** Material to process follows **
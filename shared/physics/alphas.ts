/**
 * One-loop running of the strong coupling α_s(μ²) and the number of active flavours, for fixed-
 * and variable-flavour schemes (Ellis–Stirling–Webber, "QCD and Collider Physics", ch. 2; see
 * shared/physics/README.md, "Running coupling"): dα_s/d ln μ² = −β₀ α_s²/(4π),
 * β₀ = 11 − 2n_f/3, so within a range of fixed n_f
 * 1/α_s(μ²) = 1/α_s(μ₀²) + (β₀/4π) ln(μ²/μ₀²). At LO α_s is continuous across the heavy-quark
 * thresholds μ² = m_h² of a variable-flavour scheme; only its slope changes there.
 */
import type { FlavourScheme } from './types'

/**
 * M_Z is defined once, in constants.ts; engine code imports it from there. This re-export only
 * keeps an existing importer outside the engine working (server/utils/workflow/study-check.ts).
 */

/** A reference value of the coupling: α_s(μ²) = `value` at μ² = `scaleGeV2` (GeV²). */
export interface AlphasReference {
  /** α_s at the reference scale, dimensionless, in (0, 1.5]. */
  value: number
  /** Reference scale μ² in GeV², > 0. */
  scaleGeV2: number
}

/**
 * Relative tolerance within which a scale counts as lying on a heavy-quark threshold, so that
 * e.g. m_c = √2 GeV with μ₀² = 2 GeV² is one scale despite rounding ((√2)² = 2.0000000000000004).
 * The one engine-wide value: the set-file rules (sets/validate.ts) use it to match a repeated Q²
 * node to a declared threshold m_h².
 */
export const THRESHOLD_TOLERANCE = 1e-9

/**
 * True when the threshold t (GeV²) lies strictly inside (lo, hi), beyond THRESHOLD_TOLERANCE of
 * both ends.
 * @example strictlyBetween(20.25, 2, 1e4) // true; strictlyBetween(2.0000000000000004, 2, 1e4) // false
 */
export function strictlyBetween(t: number, lo: number, hi: number): boolean {
  return t > lo * (1 + THRESHOLD_TOLERANCE) && strictlyBelow(t, hi)
}

/**
 * True when the threshold t (GeV²) lies below μ² = `q2` (GeV²) by more than THRESHOLD_TOLERANCE:
 * evolving up to `q2` from t or from anywhere below it crosses t. A scale on the threshold
 * (within the tolerance) does not cross it.
 * @example strictlyBelow(20.25, 1e4) // true; strictlyBelow(20.25, 20.25) // false
 */
export function strictlyBelow(t: number, q2: number): boolean {
  return t < q2 * (1 - THRESHOLD_TOLERANCE)
}

const atOrAbove = (q2: number, t: number) => q2 >= t * (1 - THRESHOLD_TOLERANCE)

/**
 * The heavy quarks of a flavour scheme, lightest first: PDG code (= the n_f above its threshold),
 * name and key in FlavourScheme.massesGeV.
 */
export const HEAVY_QUARKS = [
  { pdg: 4, name: 'charm', key: 'charm' },
  { pdg: 5, name: 'bottom', key: 'bottom' },
  { pdg: 6, name: 'top', key: 'top' }
] as const

/**
 * One-loop coefficient β₀ = 11 − 2n_f/3 of the QCD β-function (normalisation
 * dα_s/d ln μ² = −β₀ α_s²/(4π)).
 * @param nf number of active flavours, integer 0..6.
 * @example betaZero(5) // 23/3 = 7.666…
 */
export function betaZero(nf: number): number {
  if (!Number.isInteger(nf) || nf < 0 || nf > 6) {
    throw new RangeError(`the number of active flavours must be an integer 0..6; got ${nf}`)
  }
  return 11 - (2 * nf) / 3
}

/**
 * Checks a flavour scheme: nf in 3..6, masses finite, positive and ordered charm < bottom < top.
 * @throws RangeError naming the offending field.
 * @example checkScheme({ type: 'variable', nf: 5, massesGeV: { charm: 1.4, bottom: 4.75, top: 172.5 } })
 */
export function checkScheme(scheme: FlavourScheme): void {
  if (scheme.type !== 'fixed' && scheme.type !== 'variable') {
    throw new RangeError(`flavour scheme type must be 'fixed' or 'variable'; got '${String(scheme.type)}'`)
  }
  if (![3, 4, 5, 6].includes(scheme.nf)) {
    throw new RangeError(`flavour scheme nf must be 3, 4, 5 or 6; got ${scheme.nf}`)
  }
  const m = scheme.massesGeV
  for (const h of HEAVY_QUARKS) {
    const v = m[h.key]
    if (!Number.isFinite(v) || v <= 0) {
      throw new RangeError(`the ${h.name} mass must be a finite number of GeV > 0; got ${v}`)
    }
  }
  if (!(m.charm < m.bottom && m.bottom < m.top)) {
    throw new RangeError(`heavy-quark masses must be ordered charm < bottom < top; got ${m.charm}, ${m.bottom}, ${m.top} GeV`)
  }
}

/**
 * The heavy-quark thresholds μ² = m_h² (GeV², ascending) at which n_f changes in `scheme`:
 * empty for a fixed scheme; for a variable scheme, m_c², m_b², m_t² of the flavours up to
 * `scheme.nf`.
 * @example flavourThresholdsGeV2({ type: 'variable', nf: 5, massesGeV: { charm: 1.5, bottom: 4.5, top: 175 } }) // [2.25, 20.25]
 */
export function flavourThresholdsGeV2(scheme: FlavourScheme): number[] {
  checkScheme(scheme)
  if (scheme.type === 'fixed') return []
  return HEAVY_QUARKS.filter(h => h.pdg <= scheme.nf).map(h => scheme.massesGeV[h.key] ** 2)
}

/**
 * Number of active quark flavours at μ² (GeV²) in `scheme`. Fixed scheme: `scheme.nf`.
 * Variable scheme: 3 plus the heavy quarks h ≤ `scheme.nf` with m_h² ≤ μ² (so exactly at the
 * threshold, within THRESHOLD_TOLERANCE, the heavy quark counts as active: the upper side of the
 * pair of grid nodes).
 * @example activeFlavours(10, { type: 'variable', nf: 5, massesGeV: { charm: 1.4, bottom: 4.75, top: 172.5 } }) // 4
 */
export function activeFlavours(q2GeV2: number, scheme: FlavourScheme): number {
  if (!Number.isFinite(q2GeV2) || q2GeV2 <= 0) {
    throw new RangeError(`μ² must be a finite number of GeV² > 0; got ${q2GeV2}`)
  }
  const thresholds = flavourThresholdsGeV2(scheme)
  if (scheme.type === 'fixed') return scheme.nf
  return 3 + thresholds.filter(t => atOrAbove(q2GeV2, t)).length
}

function checkReference(ref: AlphasReference): void {
  if (!Number.isFinite(ref.value) || ref.value <= 0 || ref.value > 1.5) {
    throw new RangeError(`the reference α_s must be in (0, 1.5]; got ${ref.value}`)
  }
  if (!Number.isFinite(ref.scaleGeV2) || ref.scaleGeV2 <= 0) {
    throw new RangeError(`the α_s reference scale must be a finite μ² > 0 in GeV²; got ${ref.scaleGeV2}`)
  }
}

/**
 * A fast evaluator of the one-loop α_s(μ²) for a fixed reference and scheme (the inverse coupling
 * at each threshold is computed once). Continuous across thresholds in the variable scheme.
 *
 * Domain: μ² > 0 above the one-loop Landau pole of the range it falls in.
 * Method: exact one-loop solution per range of fixed n_f. Accuracy: rounding only (1e-15).
 * @throws RangeError for a bad reference or scheme at construction, and from the returned
 * function for μ² ≤ 0 or at/below the Landau pole.
 * @example const as = makeAlphas({ value: 0.35, scaleGeV2: 2 }, fixed4); as(1e4) // 0.117574…
 */
export function makeAlphas(ref: AlphasReference, scheme: FlavourScheme): (q2GeV2: number) => number {
  checkReference(ref)
  const thresholds = flavourThresholdsGeV2(scheme)
  // Inverse coupling at each threshold, walking out from the reference in both directions.
  const invAt = new Map<number, number>()
  const invRef = 1 / ref.value
  const nfAt = (q2: number) => scheme.type === 'fixed' ? scheme.nf : 3 + thresholds.filter(t => atOrAbove(q2, t)).length
  let q2 = ref.scaleGeV2
  let inv = invRef
  for (const t of thresholds.filter(t => t > ref.scaleGeV2)) {
    inv += (betaZero(nfAt(q2)) / (4 * Math.PI)) * Math.log(t / q2)
    invAt.set(t, inv)
    q2 = t
  }
  q2 = ref.scaleGeV2
  inv = invRef
  for (const t of thresholds.filter(t => t <= ref.scaleGeV2).reverse()) {
    // Below q2 and above t the active n_f is the one just below q2.
    inv += (betaZero(nfAt(t)) / (4 * Math.PI)) * Math.log(t / q2)
    invAt.set(t, inv)
    q2 = t
  }
  return (q2GeV2: number) => {
    if (!Number.isFinite(q2GeV2) || q2GeV2 <= 0) {
      throw new RangeError(`α_s(μ²) needs a finite μ² > 0 in GeV²; got ${q2GeV2}`)
    }
    // Anchor: the threshold or reference nearest μ² on the reference side, with the same
    // tolerance rule as the flavour count so that n_f is constant between anchor and μ².
    let anchorQ2 = ref.scaleGeV2
    let anchorInv = invRef
    if (q2GeV2 >= ref.scaleGeV2) {
      for (const t of thresholds) {
        if (t > ref.scaleGeV2 && atOrAbove(q2GeV2, t)) { anchorQ2 = t; anchorInv = invAt.get(t)! }
      }
    } else {
      for (const t of [...thresholds].reverse()) {
        if (t <= ref.scaleGeV2 && !atOrAbove(q2GeV2, t)) { anchorQ2 = t; anchorInv = invAt.get(t)! }
      }
    }
    const result = anchorInv + (betaZero(nfAt(q2GeV2)) / (4 * Math.PI)) * Math.log(q2GeV2 / anchorQ2)
    if (!(result > 0)) {
      throw new RangeError(`μ² = ${q2GeV2} GeV² is at or below the one-loop Landau pole for α_s(${ref.scaleGeV2} GeV²) = ${ref.value}`)
    }
    return 1 / result
  }
}

/**
 * One-loop α_s(μ²) from a reference value at any scale, in a fixed- or variable-flavour scheme
 * (continuous across thresholds). See `makeAlphas` for the method; use that for many calls.
 * @param q2GeV2 μ² in GeV², > 0.
 * @returns α_s(μ²), dimensionless.
 * @example alphasOneLoop(1e4, { value: 0.35, scaleGeV2: 2 }, { type: 'fixed', nf: 4, massesGeV: { charm: 1.414, bottom: 4.5, top: 175 } }) // 0.117574…
 */
export function alphasOneLoop(q2GeV2: number, ref: AlphasReference, scheme: FlavourScheme): number {
  return makeAlphas(ref, scheme)(q2GeV2)
}

/**
 * LO evolution time s = ∫ α_s(μ²)/(2π) d ln μ² from μ₁² to μ₂² (GeV²), the variable in which
 * LO DGLAP is ∂f/∂s = P ⊗ f with a constant kernel inside a range of fixed n_f. Requires both
 * scales in the same range of fixed n_f (no threshold strictly between them).
 *
 * Exact one-loop result: s = (2/β₀) ln(α_s(μ₁²)/α_s(μ₂²)).
 * @throws RangeError if a threshold lies strictly between the scales.
 * @example evolutionTime(2, 1e4, ref, fixed4) // (2/β₀(4)) ln(0.35/0.117574) = 0.2618…
 */
export function evolutionTime(q2FromGeV2: number, q2ToGeV2: number, ref: AlphasReference, scheme: FlavourScheme): number {
  const lo = Math.min(q2FromGeV2, q2ToGeV2)
  const hi = Math.max(q2FromGeV2, q2ToGeV2)
  const crossing = flavourThresholdsGeV2(scheme).filter(t => strictlyBetween(t, lo, hi))
  if (crossing.length > 0) {
    throw new RangeError(`evolution time is defined per range of fixed n_f; μ² = ${crossing.join(', ')} GeV² lies between ${q2FromGeV2} and ${q2ToGeV2} GeV²`)
  }
  const as = makeAlphas(ref, scheme)
  const nf = activeFlavours(Math.sqrt(lo * hi), scheme)
  return (2 / betaZero(nf)) * Math.log(as(q2FromGeV2) / as(q2ToGeV2))
}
** End of Material to process **
What to produce
Copy each line from the data that features the string "evolutionTime".

Finished exercise
 * @example evolutionTime(2, 1e4, ref, fixed4) // (2/β₀(4)) ln(0.35/0.117574) = 0.2618…
export function evolutionTime(q2FromGeV2: number, q2ToGeV2: number, ref: AlphasReference, scheme: FlavourScheme): number {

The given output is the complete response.